▸ **Exercise aim**
For the listing that follows, give again exactly the lines from the one with "type Batch, type" to the one with "eachBatch: ((p: EachBatchPayload)", including both.

BEGIN

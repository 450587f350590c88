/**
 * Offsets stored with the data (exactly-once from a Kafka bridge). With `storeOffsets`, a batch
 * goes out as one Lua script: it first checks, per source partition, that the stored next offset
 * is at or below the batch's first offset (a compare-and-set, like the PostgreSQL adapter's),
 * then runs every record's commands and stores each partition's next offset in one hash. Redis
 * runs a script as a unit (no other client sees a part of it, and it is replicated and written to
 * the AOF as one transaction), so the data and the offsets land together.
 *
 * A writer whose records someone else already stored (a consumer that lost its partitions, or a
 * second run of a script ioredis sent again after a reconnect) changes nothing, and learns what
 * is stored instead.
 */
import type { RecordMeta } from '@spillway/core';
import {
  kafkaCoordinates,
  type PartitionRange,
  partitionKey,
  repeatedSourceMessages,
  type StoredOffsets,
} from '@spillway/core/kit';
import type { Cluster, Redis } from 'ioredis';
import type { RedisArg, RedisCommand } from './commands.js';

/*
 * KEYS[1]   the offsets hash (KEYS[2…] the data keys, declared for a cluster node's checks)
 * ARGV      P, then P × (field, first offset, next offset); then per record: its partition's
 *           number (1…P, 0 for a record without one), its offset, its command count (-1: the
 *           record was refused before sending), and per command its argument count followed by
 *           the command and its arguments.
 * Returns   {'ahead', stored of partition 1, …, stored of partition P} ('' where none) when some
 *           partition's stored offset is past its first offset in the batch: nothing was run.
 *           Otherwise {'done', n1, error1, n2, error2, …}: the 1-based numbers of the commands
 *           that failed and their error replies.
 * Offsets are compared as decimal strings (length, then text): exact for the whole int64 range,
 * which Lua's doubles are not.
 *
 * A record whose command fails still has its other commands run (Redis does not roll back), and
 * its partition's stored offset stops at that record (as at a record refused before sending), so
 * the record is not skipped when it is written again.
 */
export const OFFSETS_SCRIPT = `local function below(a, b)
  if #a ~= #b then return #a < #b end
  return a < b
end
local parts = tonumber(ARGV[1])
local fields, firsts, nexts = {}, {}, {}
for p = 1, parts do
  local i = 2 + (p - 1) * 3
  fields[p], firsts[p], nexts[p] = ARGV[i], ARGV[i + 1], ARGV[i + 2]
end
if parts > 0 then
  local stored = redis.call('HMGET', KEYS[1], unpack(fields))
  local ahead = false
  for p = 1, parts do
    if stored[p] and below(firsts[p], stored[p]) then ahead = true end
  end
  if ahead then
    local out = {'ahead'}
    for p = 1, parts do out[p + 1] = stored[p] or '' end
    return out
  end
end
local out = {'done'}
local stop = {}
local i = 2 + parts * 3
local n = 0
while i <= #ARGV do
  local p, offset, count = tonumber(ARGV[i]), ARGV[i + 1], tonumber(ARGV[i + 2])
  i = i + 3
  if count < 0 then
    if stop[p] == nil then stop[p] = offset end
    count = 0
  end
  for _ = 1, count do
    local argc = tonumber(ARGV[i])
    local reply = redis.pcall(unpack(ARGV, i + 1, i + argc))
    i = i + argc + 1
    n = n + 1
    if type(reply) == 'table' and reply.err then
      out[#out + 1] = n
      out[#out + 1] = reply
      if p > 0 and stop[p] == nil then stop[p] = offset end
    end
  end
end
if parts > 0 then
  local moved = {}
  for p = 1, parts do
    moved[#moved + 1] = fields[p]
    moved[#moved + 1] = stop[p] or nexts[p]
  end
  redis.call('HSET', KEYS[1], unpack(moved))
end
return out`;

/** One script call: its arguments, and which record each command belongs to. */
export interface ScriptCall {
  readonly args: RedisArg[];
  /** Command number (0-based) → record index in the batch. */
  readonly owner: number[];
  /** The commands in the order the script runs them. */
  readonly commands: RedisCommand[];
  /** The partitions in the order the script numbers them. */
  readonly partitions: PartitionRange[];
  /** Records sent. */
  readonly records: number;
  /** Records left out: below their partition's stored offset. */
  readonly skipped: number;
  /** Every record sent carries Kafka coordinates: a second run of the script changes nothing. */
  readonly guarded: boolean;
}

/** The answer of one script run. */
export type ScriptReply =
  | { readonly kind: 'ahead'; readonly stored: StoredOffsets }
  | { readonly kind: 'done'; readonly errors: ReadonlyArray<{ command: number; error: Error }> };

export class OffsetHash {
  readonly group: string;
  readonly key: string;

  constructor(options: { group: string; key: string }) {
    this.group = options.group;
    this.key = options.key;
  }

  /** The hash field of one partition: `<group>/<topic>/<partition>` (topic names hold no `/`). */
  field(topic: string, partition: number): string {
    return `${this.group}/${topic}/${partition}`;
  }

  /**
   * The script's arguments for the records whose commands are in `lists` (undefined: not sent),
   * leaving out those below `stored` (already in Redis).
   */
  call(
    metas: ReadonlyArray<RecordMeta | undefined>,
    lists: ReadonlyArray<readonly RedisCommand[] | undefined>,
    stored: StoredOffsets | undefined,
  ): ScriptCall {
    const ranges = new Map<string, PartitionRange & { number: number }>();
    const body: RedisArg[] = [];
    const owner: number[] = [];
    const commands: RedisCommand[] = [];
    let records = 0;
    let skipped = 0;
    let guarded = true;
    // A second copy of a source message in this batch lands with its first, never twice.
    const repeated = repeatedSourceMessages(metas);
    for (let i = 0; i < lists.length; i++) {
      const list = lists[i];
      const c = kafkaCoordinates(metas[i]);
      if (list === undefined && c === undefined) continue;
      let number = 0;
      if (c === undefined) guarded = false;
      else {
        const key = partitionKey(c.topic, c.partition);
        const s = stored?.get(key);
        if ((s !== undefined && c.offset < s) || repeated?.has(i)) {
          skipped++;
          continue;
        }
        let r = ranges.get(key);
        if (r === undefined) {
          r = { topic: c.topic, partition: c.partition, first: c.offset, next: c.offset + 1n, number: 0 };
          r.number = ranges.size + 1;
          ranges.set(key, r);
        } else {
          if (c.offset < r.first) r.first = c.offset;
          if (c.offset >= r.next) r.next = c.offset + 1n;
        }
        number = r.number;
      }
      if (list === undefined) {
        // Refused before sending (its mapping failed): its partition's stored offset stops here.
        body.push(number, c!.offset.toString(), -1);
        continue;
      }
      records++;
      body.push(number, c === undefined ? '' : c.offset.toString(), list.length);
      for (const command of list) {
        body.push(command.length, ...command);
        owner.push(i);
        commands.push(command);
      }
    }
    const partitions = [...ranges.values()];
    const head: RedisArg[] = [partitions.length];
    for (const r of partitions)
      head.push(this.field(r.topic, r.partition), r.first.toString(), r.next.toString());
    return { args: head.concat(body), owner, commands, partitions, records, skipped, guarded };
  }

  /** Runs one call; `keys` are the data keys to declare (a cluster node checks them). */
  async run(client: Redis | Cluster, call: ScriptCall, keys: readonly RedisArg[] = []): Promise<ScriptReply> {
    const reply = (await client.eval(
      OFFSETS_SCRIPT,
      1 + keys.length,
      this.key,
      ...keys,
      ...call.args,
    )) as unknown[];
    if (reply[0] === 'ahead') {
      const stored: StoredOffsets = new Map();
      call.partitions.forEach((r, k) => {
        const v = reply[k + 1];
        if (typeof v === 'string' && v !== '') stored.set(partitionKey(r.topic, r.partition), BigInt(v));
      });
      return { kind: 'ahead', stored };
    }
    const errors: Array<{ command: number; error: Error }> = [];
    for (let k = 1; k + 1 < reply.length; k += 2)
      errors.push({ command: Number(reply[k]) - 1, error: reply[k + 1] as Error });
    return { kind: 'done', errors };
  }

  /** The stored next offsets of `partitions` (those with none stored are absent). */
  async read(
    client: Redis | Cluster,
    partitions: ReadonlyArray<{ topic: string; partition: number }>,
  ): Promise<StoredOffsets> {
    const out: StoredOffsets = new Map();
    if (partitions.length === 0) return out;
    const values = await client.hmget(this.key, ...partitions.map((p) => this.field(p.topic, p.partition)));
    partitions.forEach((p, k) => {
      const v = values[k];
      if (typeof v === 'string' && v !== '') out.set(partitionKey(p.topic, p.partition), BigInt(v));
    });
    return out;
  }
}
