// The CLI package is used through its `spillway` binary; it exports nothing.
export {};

END
BEGIN

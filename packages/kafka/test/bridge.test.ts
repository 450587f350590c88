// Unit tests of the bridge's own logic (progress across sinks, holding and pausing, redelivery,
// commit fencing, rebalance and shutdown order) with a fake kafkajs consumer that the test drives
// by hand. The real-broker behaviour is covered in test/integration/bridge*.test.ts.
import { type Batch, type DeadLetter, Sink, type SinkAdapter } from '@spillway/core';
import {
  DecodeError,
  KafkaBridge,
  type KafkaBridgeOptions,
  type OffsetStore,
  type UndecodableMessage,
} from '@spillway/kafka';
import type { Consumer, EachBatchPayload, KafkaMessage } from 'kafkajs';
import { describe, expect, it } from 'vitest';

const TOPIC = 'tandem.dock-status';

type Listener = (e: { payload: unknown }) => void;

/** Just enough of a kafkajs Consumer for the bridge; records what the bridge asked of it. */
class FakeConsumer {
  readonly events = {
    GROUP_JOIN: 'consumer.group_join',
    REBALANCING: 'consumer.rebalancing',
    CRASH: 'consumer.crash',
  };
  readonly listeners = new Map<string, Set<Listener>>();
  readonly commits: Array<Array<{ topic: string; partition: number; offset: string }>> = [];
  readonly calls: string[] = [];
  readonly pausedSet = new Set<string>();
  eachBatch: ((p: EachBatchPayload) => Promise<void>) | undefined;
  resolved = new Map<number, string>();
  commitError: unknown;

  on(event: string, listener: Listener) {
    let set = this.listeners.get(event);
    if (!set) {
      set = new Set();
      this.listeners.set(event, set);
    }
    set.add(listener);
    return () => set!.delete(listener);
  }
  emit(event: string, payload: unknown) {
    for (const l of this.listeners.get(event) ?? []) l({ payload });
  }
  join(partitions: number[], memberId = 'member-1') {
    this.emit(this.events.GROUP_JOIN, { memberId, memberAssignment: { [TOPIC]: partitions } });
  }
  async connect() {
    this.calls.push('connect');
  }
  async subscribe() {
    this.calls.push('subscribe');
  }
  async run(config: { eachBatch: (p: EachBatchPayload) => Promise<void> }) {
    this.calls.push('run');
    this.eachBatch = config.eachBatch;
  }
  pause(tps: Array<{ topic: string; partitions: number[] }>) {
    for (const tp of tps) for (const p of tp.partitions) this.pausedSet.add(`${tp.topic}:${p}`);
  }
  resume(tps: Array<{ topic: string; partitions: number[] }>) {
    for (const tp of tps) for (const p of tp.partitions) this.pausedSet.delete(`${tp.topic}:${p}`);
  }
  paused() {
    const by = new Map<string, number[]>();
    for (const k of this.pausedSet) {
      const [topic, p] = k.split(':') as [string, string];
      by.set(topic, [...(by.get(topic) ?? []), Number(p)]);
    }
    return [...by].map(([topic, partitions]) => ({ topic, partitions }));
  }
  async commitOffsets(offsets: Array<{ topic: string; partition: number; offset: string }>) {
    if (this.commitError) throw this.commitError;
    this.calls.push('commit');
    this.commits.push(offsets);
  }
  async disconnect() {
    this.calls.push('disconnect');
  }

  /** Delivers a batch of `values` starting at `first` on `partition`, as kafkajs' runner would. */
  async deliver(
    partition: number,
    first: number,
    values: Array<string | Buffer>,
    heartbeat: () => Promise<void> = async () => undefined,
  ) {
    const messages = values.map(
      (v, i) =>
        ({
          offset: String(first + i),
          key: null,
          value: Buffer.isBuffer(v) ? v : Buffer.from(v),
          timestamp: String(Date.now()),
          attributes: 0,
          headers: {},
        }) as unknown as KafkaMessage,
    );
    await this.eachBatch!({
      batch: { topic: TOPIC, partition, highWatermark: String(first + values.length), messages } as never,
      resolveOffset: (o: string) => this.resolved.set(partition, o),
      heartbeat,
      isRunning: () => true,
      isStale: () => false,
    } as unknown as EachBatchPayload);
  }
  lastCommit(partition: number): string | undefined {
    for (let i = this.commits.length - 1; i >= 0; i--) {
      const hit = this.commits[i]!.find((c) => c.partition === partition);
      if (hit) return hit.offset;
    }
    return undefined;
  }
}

END

▸ **Answer to the exercise**
import { type Batch, type DeadLetter, Sink, type SinkAdapter } from '@spillway/core';
import {
  DecodeError,
  KafkaBridge,
  type KafkaBridgeOptions,
  type OffsetStore,
  type UndecodableMessage,
} from '@spillway/kafka';
import type { Consumer, EachBatchPayload, KafkaMessage } from 'kafkajs';
import { describe, expect, it } from 'vitest';

const TOPIC = 'tandem.dock-status';

type Listener = (e: { payload: unknown }) => void;

/** Just enough of a kafkajs Consumer for the bridge; records what the bridge asked of it. */
class FakeConsumer {
  readonly events = {
    GROUP_JOIN: 'consumer.group_join',
    REBALANCING: 'consumer.rebalancing',
    CRASH: 'consumer.crash',
  };
  readonly listeners = new Map<string, Set<Listener>>();
  readonly commits: Array<Array<{ topic: string; partition: number; offset: string }>> = [];
  readonly calls: string[] = [];
  readonly pausedSet = new Set<string>();
  eachBatch: ((p: EachBatchPayload) => Promise<void>) | undefined;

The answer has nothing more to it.